**EXERCISE GOAL:** Copy each line of the listing where the word "import" can be found.

**INFORMATION:**
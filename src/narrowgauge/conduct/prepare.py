"""What is found out before the measurement, where blocks will be run: a kernel may end the process that runs it."""

from __future__ import annotations

from dataclasses import dataclass

from narrowgauge.conduct.branches import branches_entry
from narrowgauge.conduct.owntrial import examine_own
from narrowgauge.conduct.separated import draws_entry
from narrowgauge.conduct.stepcosts import step_costs
from narrowgauge.conduct.trial import examine
from narrowgauge.measure.task import Bench, pinned
from narrowgauge.record.audit import TrialEntry
from narrowgauge.record.branches import BranchesEntry
from narrowgauge.record.costs import CostEntry
from narrowgauge.record.draws import DrawsEntry

__all__ = ["Prepared", "prepare"]


_TIMED_LEVEL = 3
_TIMED_PATHS = 32


@dataclass(frozen=True, slots=True, kw_only=True)
class Prepared:
    """What the trial showed, and by level the paths of a block and whether there is a coarse path.

    `seconds` is the time of one path of `timed_level` in all arms, known beforehand where a kernel is run path by path:
    a block of it could take hours. `draws` are the approximate ones, if there are any; `costs` those of a step by
    format, where they are to be measured; `branches` says whether those of a split cancel.
    """

    trial: TrialEntry
    paths: tuple[int, ...]
    coupled: tuple[bool, ...]
    timed_level: int
    seconds: float | None
    draws: DrawsEntry | None
    costs: dict[str, CostEntry] | None
    branches: BranchesEntry | None = None


def prepare(bench: Bench, costs: dict[str, CostEntry] | None = None) -> Prepared:
    """Run the trial at a bench, and measure costs where they are wanted and not known.

    Raises what `examine` raises, or `examine_own`, and `branches_entry`.
    """
    runner, ladder = bench.runner, bench.file.ladder
    timed = min(_TIMED_LEVEL, ladder.finest)
    trial = examine_own if bench.file.kernel.rounds == "itself" else examine
    with pinned():
        return Prepared(
            trial=trial(bench.file, bench.kernel, runner),
            paths=tuple(runner.paths(level) for level in ladder.levels),
            coupled=tuple(runner.coupled(level) for level in ladder.levels),
            timed_level=timed,
            seconds=runner.seconds(timed, _TIMED_PATHS) / _TIMED_PATHS if runner.singly else None,
            draws=draws_entry(bench.file, runner.approximation),
            costs=step_costs(bench.file, runner) if bench.file.cost.measured and costs is None else costs,
            branches=branches_entry(bench.file, bench.kernel, runner),
        )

**OUTPUT OF THE EXERCISE:**
from __future__ import annotations
from dataclasses import dataclass
from narrowgauge.conduct.branches import branches_entry
from narrowgauge.conduct.owntrial import examine_own
from narrowgauge.conduct.separated import draws_entry
from narrowgauge.conduct.stepcosts import step_costs
from narrowgauge.conduct.trial import examine
from narrowgauge.measure.task import Bench, pinned
from narrowgauge.record.audit import TrialEntry
from narrowgauge.record.branches import BranchesEntry
from narrowgauge.record.costs import CostEntry
from narrowgauge.record.draws import DrawsEntry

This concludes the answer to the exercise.